*** Opening of Exercise material ***

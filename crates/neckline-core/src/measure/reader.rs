//! Opening a measurement file and reading its rows: all at once into a [`MeasurementSet`], or
//! one at a time with a [`MeasurementReader`].

use super::dialect::{csv_error, csv_reader};
use super::{ColumnMap, Header, Measurement, MeasurementSet, RejectedRow};
use crate::error::{Error, Location, Result};
use std::collections::HashSet;
use std::io::BufRead;
use std::path::Path;

/// Open `path` for reading as UTF-8 text with LF line ends (`-` is standard input): a
/// workbook's sheet, or text in any encoding [`crate::text`] reads.
pub fn open_input(path: &Path) -> Result<Box<dyn BufRead + Send>> {
    crate::text::open(path).map(|(input, _)| input)
}

/// Read a measurement file from `path` (`-` for standard input) into memory: for small files
/// (outlines, parts evidence); `check` streams through [`crate::stream`].
pub fn read_measurements(path: &Path) -> Result<MeasurementSet> {
    let input = open_input(path)?;
    read_measurements_from(input, path, &ColumnMap::default())
}

/// Read measurements from any reader; `name` is used in messages.
pub fn read_measurements_from(
    input: impl BufRead,
    name: &Path,
    map: &ColumnMap,
) -> Result<MeasurementSet> {
    let mut rows = MeasurementReader::new(input, name, map)?;
    let mut points = Vec::new();
    let mut rejected = Vec::new();
    for row in &mut rows {
        match row? {
            Ok(m) => points.push(m),
            Err(r) => rejected.push(r),
        }
    }
    if points.is_empty() && rejected.is_empty() {
        return Err(no_rows(name));
    }
    Ok(MeasurementSet {
        source: name.to_path_buf(),
        dialect: rows.header.dialect,
        points,
        rejected,
        notes: rows.header.notes.clone(),
        not_measured: rows.header.unmeasured_lines(),
    })
}

/// The error for a file with a header and no data row.
pub fn no_rows(name: &Path) -> Error {
    Error::input(
        Location::file(name),
        "the file has a header but no measurement rows",
    )
}

/// The rows of a measurement file, one at a time, each accepted or rejected. Memory stays
/// bounded by one row plus the set of ids seen (needed to find duplicates). A file-level
/// problem met part way (a broken UTF-8 sequence, an I/O error) ends the iteration with
/// `Some(Err(..))`.
pub struct MeasurementReader<B: BufRead> {
    reader: csv::Reader<B>,
    /// The header.
    pub header: Header,
    ids: HashSet<(String, Option<String>)>,
    record: csv::StringRecord,
    failed: bool,
}

/// One data row: the measurement, or why it was rejected.
pub type Row = std::result::Result<Measurement, RejectedRow>;

impl<B: BufRead> MeasurementReader<B> {
    /// Read and check the header; `name` is used in messages.
    pub fn new(mut input: B, name: &Path, map: &ColumnMap) -> Result<Self> {
        let header = Header::read(&mut input, name, map)?;
        Ok(Self::after(input, header))
    }

    /// The rows of `input`, whose header was read already.
    pub fn after(input: B, header: Header) -> Self {
        MeasurementReader {
            reader: csv_reader(header.dialect, input),
            header,
            ids: HashSet::new(),
            record: csv::StringRecord::new(),
            failed: false,
        }
    }
}

impl<B: BufRead> Iterator for MeasurementReader<B> {
    type Item = Result<Row>;

    fn next(&mut self) -> Option<Result<Row>> {
        if self.failed {
            return None;
        }
        loop {
            match self.reader.read_record(&mut self.record) {
                Ok(false) => return None,
                Err(e) => {
                    self.failed = true;
                    return Some(Err(csv_error(&Location::file(&self.header.file), e)
                        .shift_line(self.header.lines)));
                }
                Ok(true) if self.record.iter().all(|f| f.trim().is_empty()) => continue,
                Ok(true) => {
                    let line = self.header.lines + self.record.position().map_or(0, |p| p.line());
                    if self.header.not_measured(&self.record) {
                        self.header.log_unmeasured(line);
                        continue;
                    }
                    let row = self.header.row(&self.record, line).map(|(m, _)| m);
                    return Some(Ok(row.and_then(|m| {
                        if self.ids.insert((m.id.clone(), m.stage.clone())) {
                            Ok(m)
                        } else {
                            Err(duplicate(&self.header, &m))
                        }
                    })));
                }
            }
        }
    }
}

/// The rejection of a row whose id (and stage) came before.
pub fn duplicate(header: &Header, m: &Measurement) -> RejectedRow {
    duplicate_key(header, &m.id, m.stage.as_deref(), m.line)
}

/// [`duplicate`] from the row's key (id, stage) and line.
pub fn duplicate_key(header: &Header, id: &str, stage: Option<&str>, line: u64) -> RejectedRow {
    let mut location = Location::file(&header.file).at_line(line);
    if let Some(c) = header.columns.id {
        location = location.at_column(c as u64 + 1, &header.columns.names[c]);
    }
    let reason = match stage {
        Some(s) => {
            format!("duplicate id `{id}` in stage `{s}`: each location is measured once per stage")
        }
        None => format!("duplicate id `{id}`: ids must be unique within a file"),
    };
    RejectedRow {
        location,
        id: Some(id.to_string()),
        reason,
    }
}

#[cfg(test)]
mod tests {
    //! Expectations from the doc comments of [`read_measurements_from`] and
    //! [`MeasurementReader`] and the module documentation of `measure` (an empty or duplicate
    //! id rejects the row; a file without data rows is refused).
    use super::super::Dialect;
    use super::*;

    fn read(text: &[u8]) -> Result<MeasurementSet> {
        read_measurements_from(text, Path::new("m.csv"), &ColumnMap::default())
    }

    #[test]
    fn rows_are_kept_in_order_with_duplicates_rejected_per_stage() {
        let text =
            b"id;major;minor;stage\nA1;2,6;2,5;op10\n\n ; \nA1;2,9;2,6;op20\nA1;3,0;2,6;op20\n";
        let set = read(text).unwrap();
        assert_eq!(set.dialect, Dialect::Semicolon);
        assert_eq!(set.source, Path::new("m.csv"));
        let lines: Vec<u64> = set.points.iter().map(|m| m.line).collect();
        assert_eq!(lines, [2, 5]);
        assert_eq!(set.rejected.len(), 1);
        assert_eq!(
            set.rejected[0].to_string(),
            "m.csv:6:1 (column `id`): duplicate id `A1` in stage `op20`: each location is \
             measured once per stage"
        );
        assert_eq!(set.rejected[0].id.as_deref(), Some("A1"));
    }

    #[test]
    fn a_file_without_rows_or_with_broken_text_is_refused() {
        let e = read(b"# note\nid,major,minor\n\n").unwrap_err().to_string();
        assert_eq!(e, "m.csv: the file has a header but no measurement rows");
        // A byte that is not UTF-8 is refused at its line: by the text check of the start of
        // the file, or, further on, by the reader, which then ends the rows.
        let e = read(b"id,major,minor\nA1,2.6,2.5\nA2,2.\xff,2.5\nA3,2.6,2.5\n")
            .unwrap_err()
            .to_string();
        assert!(e.starts_with("m.csv:3:") && e.contains("not UTF-8"), "{e}");
        let header = Header::read(
            &mut &b"id,major,minor\n"[..],
            Path::new("m.csv"),
            &ColumnMap::default(),
        )
        .unwrap();
        let mut rows =
            MeasurementReader::after(&b"A1,2.6,2.5\nA2,\xff,2\nA3,2.6,2.5\n"[..], header);
        assert!(matches!(rows.next(), Some(Ok(Ok(_)))));
        let e = rows.next().unwrap().unwrap_err().to_string();
        assert!(e.starts_with("m.csv:3: the file is not valid UTF-8"), "{e}");
        assert!(rows.next().is_none());
    }

    #[test]
    fn a_missing_file_is_an_error_naming_it() {
        let path = Path::new("no-such-dir-for-neckline/m.csv");
        let e = open_input(path).err().unwrap().to_string();
        assert!(e.starts_with("no-such-dir-for-neckline/m.csv: "), "{e}");
        assert!(read_measurements(path).is_err());
    }
}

*** Close of Exercise material ***

> _Task prompt_
Would you repeat each of the records above exactly?

> _Answer to this problem_
filename crates/neckline-core/src/measure/reader.rs
//! Opening a measurement file and reading its rows: all at once into a [`MeasurementSet`], or
//! one at a time with a [`MeasurementReader`].

use super::dialect::{csv_error, csv_reader};
use super::{ColumnMap, Header, Measurement, MeasurementSet, RejectedRow};
use crate::error::{Error, Location, Result};
use std::collections::HashSet;
use std::io::BufRead;
use std::path::Path;

/// Open `path` for reading as UTF-8 text with LF line ends (`-` is standard input): a
/// workbook's sheet, or text in any encoding [`crate::text`] reads.
pub fn open_input(path: &Path) -> Result<Box<dyn BufRead + Send>> {
    crate::text::open(path).map(|(input, _)| input)
}

/// Read a measurement file from `path` (`-` for standard input) into memory: for small files
/// (outlines, parts evidence); `check` streams through [`crate::stream`].
pub fn read_measurements(path: &Path) -> Result<MeasurementSet> {
    let input = open_input(path)?;
    read_measurements_from(input, path, &ColumnMap::default())
}

/// Read measurements from any reader; `name` is used in messages.
pub fn read_measurements_from(
    input: impl BufRead,
    name: &Path,
    map: &ColumnMap,
) -> Result<MeasurementSet> {
    let mut rows = MeasurementReader::new(input, name, map)?;
    let mut points = Vec::new();
    let mut rejected = Vec::new();
    for row in &mut rows {
        match row? {
            Ok(m) => points.push(m),
            Err(r) => rejected.push(r),
        }
    }
    if points.is_empty() && rejected.is_empty() {
        return Err(no_rows(name));
    }
    Ok(MeasurementSet {
        source: name.to_path_buf(),
        dialect: rows.header.dialect,
        points,
        rejected,
        notes: rows.header.notes.clone(),
        not_measured: rows.header.unmeasured_lines(),
    })
}

/// The error for a file with a header and no data row.
pub fn no_rows(name: &Path) -> Error {
    Error::input(
        Location::file(name),
        "the file has a header but no measurement rows",
    )
}

/// The rows of a measurement file, one at a time, each accepted or rejected. Memory stays
/// bounded by one row plus the set of ids seen (needed to find duplicates). A file-level
/// problem met part way (a broken UTF-8 sequence, an I/O error) ends the iteration with
/// `Some(Err(..))`.
pub struct MeasurementReader<B: BufRead> {
    reader: csv::Reader<B>,
    /// The header.
    pub header: Header,
    ids: HashSet<(String, Option<String>)>,
    record: csv::StringRecord,
    failed: bool,
}

/// One data row: the measurement, or why it was rejected.
pub type Row = std::result::Result<Measurement, RejectedRow>;

impl<B: BufRead> MeasurementReader<B> {
    /// Read and check the header; `name` is used in messages.
    pub fn new(mut input: B, name: &Path, map: &ColumnMap) -> Result<Self> {
        let header = Header::read(&mut input, name, map)?;
        Ok(Self::after(input, header))
    }

    /// The rows of `input`, whose header was read already.
    pub fn after(input: B, header: Header) -> Self {
        MeasurementReader {
            reader: csv_reader(header.dialect, input),
            header,
            ids: HashSet::new(),
            record: csv::StringRecord::new(),
            failed: false,
        }
    }
}

impl<B: BufRead> Iterator for MeasurementReader<B> {
    type Item = Result<Row>;

    fn next(&mut self) -> Option<Result<Row>> {
        if self.failed {
            return None;
        }
        loop {
            match self.reader.read_record(&mut self.record) {
                Ok(false) => return None,
                Err(e) => {
                    self.failed = true;
                    return Some(Err(csv_error(&Location::file(&self.header.file), e)
                        .shift_line(self.header.lines)));
                }
                Ok(true) if self.record.iter().all(|f| f.trim().is_empty()) => continue,
                Ok(true) => {
                    let line = self.header.lines + self.record.position().map_or(0, |p| p.line());
                    if self.header.not_measured(&self.record) {
                        self.header.log_unmeasured(line);
                        continue;
                    }
                    let row = self.header.row(&self.record, line).map(|(m, _)| m);
                    return Some(Ok(row.and_then(|m| {
                        if self.ids.insert((m.id.clone(), m.stage.clone())) {
                            Ok(m)
                        } else {
                            Err(duplicate(&self.header, &m))
                        }
                    })));
                }
            }
        }
    }
}

/// The rejection of a row whose id (and stage) came before.
pub fn duplicate(header: &Header, m: &Measurement) -> RejectedRow {
    duplicate_key(header, &m.id, m.stage.as_deref(), m.line)
}

/// [`duplicate`] from the row's key (id, stage) and line.
pub fn duplicate_key(header: &Header, id: &str, stage: Option<&str>, line: u64) -> RejectedRow {
    let mut location = Location::file(&header.file).at_line(line);
    if let Some(c) = header.columns.id {
        location = location.at_column(c as u64 + 1, &header.columns.names[c]);
    }
    let reason = match stage {
        Some(s) => {
            format!("duplicate id `{id}` in stage `{s}`: each location is measured once per stage")
        }
        None => format!("duplicate id `{id}`: ids must be unique within a file"),
    };
    RejectedRow {
        location,
        id: Some(id.to_string()),
        reason,
    }
}

#[cfg(test)]
mod tests {
    //! Expectations from the doc comments of [`read_measurements_from`] and
    //! [`MeasurementReader`] and the module documentation of `measure` (an empty or duplicate
    //! id rejects the row; a file without data rows is refused).
    use super::super::Dialect;
    use super::*;

    fn read(text: &[u8]) -> Result<MeasurementSet> {
        read_measurements_from(text, Path::new("m.csv"), &ColumnMap::default())
    }

    #[test]
    fn rows_are_kept_in_order_with_duplicates_rejected_per_stage() {
        let text =
            b"id;major;minor;stage\nA1;2,6;2,5;op10\n\n ; \nA1;2,9;2,6;op20\nA1;3,0;2,6;op20\n";
        let set = read(text).unwrap();
        assert_eq!(set.dialect, Dialect::Semicolon);
        assert_eq!(set.source, Path::new("m.csv"));
        let lines: Vec<u64> = set.points.iter().map(|m| m.line).collect();
        assert_eq!(lines, [2, 5]);
        assert_eq!(set.rejected.len(), 1);
        assert_eq!(
            set.rejected[0].to_string(),
            "m.csv:6:1 (column `id`): duplicate id `A1` in stage `op20`: each location is \
             measured once per stage"
        );
        assert_eq!(set.rejected[0].id.as_deref(), Some("A1"));
    }

    #[test]
    fn a_file_without_rows_or_with_broken_text_is_refused() {
        let e = read(b"# note\nid,major,minor\n\n").unwrap_err().to_string();
        assert_eq!(e, "m.csv: the file has a header but no measurement rows");
        // A byte that is not UTF-8 is refused at its line: by the text check of the start of
        // the file, or, further on, by the reader, which then ends the rows.
        let e = read(b"id,major,minor\nA1,2.6,2.5\nA2,2.\xff,2.5\nA3,2.6,2.5\n")
            .unwrap_err()
            .to_string();
        assert!(e.starts_with("m.csv:3:") && e.contains("not UTF-8"), "{e}");
        let header = Header::read(
            &mut &b"id,major,minor\n"[..],
            Path::new("m.csv"),
            &ColumnMap::default(),
        )
        .unwrap();
        let mut rows =
            MeasurementReader::after(&b"A1,2.6,2.5\nA2,\xff,2\nA3,2.6,2.5\n"[..], header);
        assert!(matches!(rows.next(), Some(Ok(Ok(_)))));
        let e = rows.next().unwrap().unwrap_err().to_string();
        assert!(e.starts_with("m.csv:3: the file is not valid UTF-8"), "{e}");
        assert!(rows.next().is_none());
    }

    #[test]
    fn a_missing_file_is_an_error_naming_it() {
        let path = Path::new("no-such-dir-for-neckline/m.csv");
        let e = open_input(path).err().unwrap().to_string();
        assert!(e.starts_with("no-such-dir-for-neckline/m.csv: "), "{e}");
        assert!(read_measurements(path).is_err());
    }
}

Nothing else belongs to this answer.